[Opening Task input section]

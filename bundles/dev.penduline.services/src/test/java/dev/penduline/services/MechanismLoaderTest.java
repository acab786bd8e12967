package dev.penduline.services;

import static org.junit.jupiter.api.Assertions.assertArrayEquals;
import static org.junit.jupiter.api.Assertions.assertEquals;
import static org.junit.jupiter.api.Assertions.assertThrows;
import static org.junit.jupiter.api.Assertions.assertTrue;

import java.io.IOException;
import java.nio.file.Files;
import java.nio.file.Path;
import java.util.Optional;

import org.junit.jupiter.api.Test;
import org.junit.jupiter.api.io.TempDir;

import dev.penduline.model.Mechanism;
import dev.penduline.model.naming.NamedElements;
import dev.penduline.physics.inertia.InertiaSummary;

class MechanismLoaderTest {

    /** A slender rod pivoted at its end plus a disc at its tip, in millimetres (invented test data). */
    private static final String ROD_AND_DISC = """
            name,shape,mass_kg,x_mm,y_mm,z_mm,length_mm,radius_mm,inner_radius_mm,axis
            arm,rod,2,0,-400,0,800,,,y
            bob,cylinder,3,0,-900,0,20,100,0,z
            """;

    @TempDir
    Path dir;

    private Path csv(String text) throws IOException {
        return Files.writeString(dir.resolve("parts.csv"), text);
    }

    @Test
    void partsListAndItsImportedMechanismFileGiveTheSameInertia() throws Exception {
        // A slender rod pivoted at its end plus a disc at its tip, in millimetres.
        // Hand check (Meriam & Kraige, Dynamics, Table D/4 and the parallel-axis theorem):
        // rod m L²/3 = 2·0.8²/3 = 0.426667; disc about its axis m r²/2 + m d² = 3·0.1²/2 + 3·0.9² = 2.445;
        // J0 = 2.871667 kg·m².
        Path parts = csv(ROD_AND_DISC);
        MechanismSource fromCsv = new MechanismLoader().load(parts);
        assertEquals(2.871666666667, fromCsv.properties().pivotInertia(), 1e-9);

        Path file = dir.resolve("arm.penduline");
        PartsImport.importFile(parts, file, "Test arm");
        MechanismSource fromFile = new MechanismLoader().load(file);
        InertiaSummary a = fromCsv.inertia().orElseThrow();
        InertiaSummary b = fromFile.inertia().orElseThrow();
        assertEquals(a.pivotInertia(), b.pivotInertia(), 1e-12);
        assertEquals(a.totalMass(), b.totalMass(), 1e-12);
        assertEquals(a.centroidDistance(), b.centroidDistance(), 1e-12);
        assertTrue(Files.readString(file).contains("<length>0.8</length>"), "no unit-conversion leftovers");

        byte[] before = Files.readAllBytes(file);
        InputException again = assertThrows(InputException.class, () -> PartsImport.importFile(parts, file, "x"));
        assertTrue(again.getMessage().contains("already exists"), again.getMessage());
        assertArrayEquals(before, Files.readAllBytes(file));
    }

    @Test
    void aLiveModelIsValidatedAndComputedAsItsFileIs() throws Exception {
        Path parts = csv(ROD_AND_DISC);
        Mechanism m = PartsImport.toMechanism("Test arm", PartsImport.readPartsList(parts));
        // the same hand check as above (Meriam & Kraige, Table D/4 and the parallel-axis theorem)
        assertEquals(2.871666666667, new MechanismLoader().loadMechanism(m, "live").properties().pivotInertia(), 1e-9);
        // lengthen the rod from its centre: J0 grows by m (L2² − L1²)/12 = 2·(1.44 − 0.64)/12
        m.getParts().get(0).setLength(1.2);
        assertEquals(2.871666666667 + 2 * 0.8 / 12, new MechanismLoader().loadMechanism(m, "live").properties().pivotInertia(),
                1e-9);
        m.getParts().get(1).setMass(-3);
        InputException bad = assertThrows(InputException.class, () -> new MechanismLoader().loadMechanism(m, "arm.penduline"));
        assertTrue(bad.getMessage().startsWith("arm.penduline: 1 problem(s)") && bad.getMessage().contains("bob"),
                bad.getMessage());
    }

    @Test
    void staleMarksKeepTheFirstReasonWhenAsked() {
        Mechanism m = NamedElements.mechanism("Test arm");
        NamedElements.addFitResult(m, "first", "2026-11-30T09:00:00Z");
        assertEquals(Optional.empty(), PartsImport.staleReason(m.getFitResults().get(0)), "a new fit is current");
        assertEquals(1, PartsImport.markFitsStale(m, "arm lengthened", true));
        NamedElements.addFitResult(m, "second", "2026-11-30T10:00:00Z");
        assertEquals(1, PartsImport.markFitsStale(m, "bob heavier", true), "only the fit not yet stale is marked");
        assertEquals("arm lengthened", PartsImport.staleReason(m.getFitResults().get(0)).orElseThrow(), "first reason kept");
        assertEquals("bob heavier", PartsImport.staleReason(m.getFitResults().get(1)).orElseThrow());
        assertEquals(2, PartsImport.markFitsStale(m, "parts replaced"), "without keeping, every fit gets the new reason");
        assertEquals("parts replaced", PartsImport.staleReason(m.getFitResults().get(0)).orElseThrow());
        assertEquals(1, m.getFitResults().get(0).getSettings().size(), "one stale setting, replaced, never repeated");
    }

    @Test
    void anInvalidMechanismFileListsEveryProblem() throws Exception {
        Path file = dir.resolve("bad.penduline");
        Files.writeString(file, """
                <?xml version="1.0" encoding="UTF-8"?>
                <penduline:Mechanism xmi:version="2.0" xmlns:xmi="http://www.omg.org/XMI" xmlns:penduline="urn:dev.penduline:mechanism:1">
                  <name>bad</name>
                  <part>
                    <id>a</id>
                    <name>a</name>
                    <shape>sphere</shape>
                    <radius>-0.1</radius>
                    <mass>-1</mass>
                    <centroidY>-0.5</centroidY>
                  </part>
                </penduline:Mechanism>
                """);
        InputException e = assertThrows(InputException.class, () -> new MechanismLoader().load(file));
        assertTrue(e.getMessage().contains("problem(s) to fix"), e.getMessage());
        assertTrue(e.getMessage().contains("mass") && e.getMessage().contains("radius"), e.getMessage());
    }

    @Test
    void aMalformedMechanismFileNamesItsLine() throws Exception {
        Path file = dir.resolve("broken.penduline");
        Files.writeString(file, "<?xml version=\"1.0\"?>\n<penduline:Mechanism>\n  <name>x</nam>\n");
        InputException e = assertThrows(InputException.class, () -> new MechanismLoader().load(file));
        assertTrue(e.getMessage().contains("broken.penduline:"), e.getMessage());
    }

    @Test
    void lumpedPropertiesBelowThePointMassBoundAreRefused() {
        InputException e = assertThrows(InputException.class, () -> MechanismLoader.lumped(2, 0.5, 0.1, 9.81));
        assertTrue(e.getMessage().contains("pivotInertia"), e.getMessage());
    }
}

[Closing Task input section]

### What to do
Copy every line of the data above exactly.

### Solved exercise
filename bundles/dev.penduline.services/src/test/java/dev/penduline/services/MechanismLoaderTest.java
repository acab786bd8e12967
package dev.penduline.services;

import static org.junit.jupiter.api.Assertions.assertArrayEquals;
import static org.junit.jupiter.api.Assertions.assertEquals;
import static org.junit.jupiter.api.Assertions.assertThrows;
import static org.junit.jupiter.api.Assertions.assertTrue;

import java.io.IOException;
import java.nio.file.Files;
import java.nio.file.Path;
import java.util.Optional;

import org.junit.jupiter.api.Test;
import org.junit.jupiter.api.io.TempDir;

import dev.penduline.model.Mechanism;
import dev.penduline.model.naming.NamedElements;
import dev.penduline.physics.inertia.InertiaSummary;

class MechanismLoaderTest {

    /** A slender rod pivoted at its end plus a disc at its tip, in millimetres (invented test data). */
    private static final String ROD_AND_DISC = """
            name,shape,mass_kg,x_mm,y_mm,z_mm,length_mm,radius_mm,inner_radius_mm,axis
            arm,rod,2,0,-400,0,800,,,y
            bob,cylinder,3,0,-900,0,20,100,0,z
            """;

    @TempDir
    Path dir;

    private Path csv(String text) throws IOException {
        return Files.writeString(dir.resolve("parts.csv"), text);
    }

    @Test
    void partsListAndItsImportedMechanismFileGiveTheSameInertia() throws Exception {
        // A slender rod pivoted at its end plus a disc at its tip, in millimetres.
        // Hand check (Meriam & Kraige, Dynamics, Table D/4 and the parallel-axis theorem):
        // rod m L²/3 = 2·0.8²/3 = 0.426667; disc about its axis m r²/2 + m d² = 3·0.1²/2 + 3·0.9² = 2.445;
        // J0 = 2.871667 kg·m².
        Path parts = csv(ROD_AND_DISC);
        MechanismSource fromCsv = new MechanismLoader().load(parts);
        assertEquals(2.871666666667, fromCsv.properties().pivotInertia(), 1e-9);

        Path file = dir.resolve("arm.penduline");
        PartsImport.importFile(parts, file, "Test arm");
        MechanismSource fromFile = new MechanismLoader().load(file);
        InertiaSummary a = fromCsv.inertia().orElseThrow();
        InertiaSummary b = fromFile.inertia().orElseThrow();
        assertEquals(a.pivotInertia(), b.pivotInertia(), 1e-12);
        assertEquals(a.totalMass(), b.totalMass(), 1e-12);
        assertEquals(a.centroidDistance(), b.centroidDistance(), 1e-12);
        assertTrue(Files.readString(file).contains("<length>0.8</length>"), "no unit-conversion leftovers");

        byte[] before = Files.readAllBytes(file);
        InputException again = assertThrows(InputException.class, () -> PartsImport.importFile(parts, file, "x"));
        assertTrue(again.getMessage().contains("already exists"), again.getMessage());
        assertArrayEquals(before, Files.readAllBytes(file));
    }

    @Test
    void aLiveModelIsValidatedAndComputedAsItsFileIs() throws Exception {
        Path parts = csv(ROD_AND_DISC);
        Mechanism m = PartsImport.toMechanism("Test arm", PartsImport.readPartsList(parts));
        // the same hand check as above (Meriam & Kraige, Table D/4 and the parallel-axis theorem)
        assertEquals(2.871666666667, new MechanismLoader().loadMechanism(m, "live").properties().pivotInertia(), 1e-9);
        // lengthen the rod from its centre: J0 grows by m (L2² − L1²)/12 = 2·(1.44 − 0.64)/12
        m.getParts().get(0).setLength(1.2);
        assertEquals(2.871666666667 + 2 * 0.8 / 12, new MechanismLoader().loadMechanism(m, "live").properties().pivotInertia(),
                1e-9);
        m.getParts().get(1).setMass(-3);
        InputException bad = assertThrows(InputException.class, () -> new MechanismLoader().loadMechanism(m, "arm.penduline"));
        assertTrue(bad.getMessage().startsWith("arm.penduline: 1 problem(s)") && bad.getMessage().contains("bob"),
                bad.getMessage());
    }

    @Test
    void staleMarksKeepTheFirstReasonWhenAsked() {
        Mechanism m = NamedElements.mechanism("Test arm");
        NamedElements.addFitResult(m, "first", "2026-11-30T09:00:00Z");
        assertEquals(Optional.empty(), PartsImport.staleReason(m.getFitResults().get(0)), "a new fit is current");
        assertEquals(1, PartsImport.markFitsStale(m, "arm lengthened", true));
        NamedElements.addFitResult(m, "second", "2026-11-30T10:00:00Z");
        assertEquals(1, PartsImport.markFitsStale(m, "bob heavier", true), "only the fit not yet stale is marked");
        assertEquals("arm lengthened", PartsImport.staleReason(m.getFitResults().get(0)).orElseThrow(), "first reason kept");
        assertEquals("bob heavier", PartsImport.staleReason(m.getFitResults().get(1)).orElseThrow());
        assertEquals(2, PartsImport.markFitsStale(m, "parts replaced"), "without keeping, every fit gets the new reason");
        assertEquals("parts replaced", PartsImport.staleReason(m.getFitResults().get(0)).orElseThrow());
        assertEquals(1, m.getFitResults().get(0).getSettings().size(), "one stale setting, replaced, never repeated");
    }

    @Test
    void anInvalidMechanismFileListsEveryProblem() throws Exception {
        Path file = dir.resolve("bad.penduline");
        Files.writeString(file, """
                <?xml version="1.0" encoding="UTF-8"?>
                <penduline:Mechanism xmi:version="2.0" xmlns:xmi="http://www.omg.org/XMI" xmlns:penduline="urn:dev.penduline:mechanism:1">
                  <name>bad</name>
                  <part>
                    <id>a</id>
                    <name>a</name>
                    <shape>sphere</shape>
                    <radius>-0.1</radius>
                    <mass>-1</mass>
                    <centroidY>-0.5</centroidY>
                  </part>
                </penduline:Mechanism>
                """);
        InputException e = assertThrows(InputException.class, () -> new MechanismLoader().load(file));
        assertTrue(e.getMessage().contains("problem(s) to fix"), e.getMessage());
        assertTrue(e.getMessage().contains("mass") && e.getMessage().contains("radius"), e.getMessage());
    }

    @Test
    void aMalformedMechanismFileNamesItsLine() throws Exception {
        Path file = dir.resolve("broken.penduline");
        Files.writeString(file, "<?xml version=\"1.0\"?>\n<penduline:Mechanism>\n  <name>x</nam>\n");
        InputException e = assertThrows(InputException.class, () -> new MechanismLoader().load(file));
        assertTrue(e.getMessage().contains("broken.penduline:"), e.getMessage());
    }

    @Test
    void lumpedPropertiesBelowThePointMassBoundAreRefused() {
        InputException e = assertThrows(InputException.class, () -> MechanismLoader.lumped(2, 0.5, 0.1, 9.81));
        assertTrue(e.getMessage().contains("pivotInertia"), e.getMessage());
    }
}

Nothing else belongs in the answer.